United States v. Sanchez-Gomez
Headline: Court throws out appeals challenging routine use of full restraints on in-custody defendants during pretrial proceedings, ruling the cases are moot and sending the matter back to the lower court to dismiss the appeals.
Holding: We vacate the Ninth Circuit’s judgment and dismiss the appeals as moot because the defendants no longer had a live stake and class-action rules do not save these individual criminal appeals.
- Removes Ninth Circuit’s ban; no national decision on restraints was reached.
- Leaves districts free to change or reinstate restraint policies locally.

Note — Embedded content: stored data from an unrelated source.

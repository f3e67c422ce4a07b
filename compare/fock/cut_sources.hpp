#pragma once
// What the shortcuts that cut off pair numbers have in common.

#include "compare/fock/departure.hpp"

namespace heraldgauge::compare::fock {

// The setting m, the pairs kept, and the number that one stands for.
SettingRange pairs_kept();
long kept(const Setting& setting);

// m pairs at every source: cut-offs for a recipe.
std::vector<long> cuts_as_set(const model::Chain& chain, const Setting& setting, double log2_tail);

}  // namespace heraldgauge::compare::fock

- People must bring new suits to challenge custody restraint practices.
Summary
Background
Four people held in custody in the Southern District of California objected to a district-wide policy that required full restraints—handcuffs, waist chain, and leg shackles—during nonjury pretrial proceedings. The Marshals requested the policy for safety and staffing reasons. The District Court denied relief. By the time the Ninth Circuit decided, the four criminal cases had ended (three guilty pleas and one dismissal), but the Ninth Circuit nonetheless struck down the restraint policy and issued an en banc ruling against it.
Reasoning
The Supreme Court considered whether the appeals could survive even though the defendants were no longer subject to the restraints. The Court rejected the idea that civil class-action rules or a so-called "functional class action" saved the appeals outside the formal class-action process. It also rejected the argument that the suits fit the "capable of repetition, yet evading review" exception, explaining that ordinary criminal defendants are expected to obey the law and therefore cannot rely on a speculative future arrest. Because no live controversy remained, the Court vacated the Ninth Circuit’s judgment and instructed dismissal as moot.
Real world impact
The decision does not rule on whether full restraints are constitutional. It removes the Ninth Circuit’s nationwide judgment against the policy and leaves lower courts and local officials to address restraint practices. The Southern District had already revised its policy, but the Court noted the Government might reinstate it; the Supreme Court declined to reach the constitutional merits.
Dissents or concurrances
At the Ninth Circuit level, Judge Ikuta dissented, arguing the appeals should be dismissed as moot and that the restraint policy did not violate the Constitution. This view assisted the Supreme Court’s mootness analysis.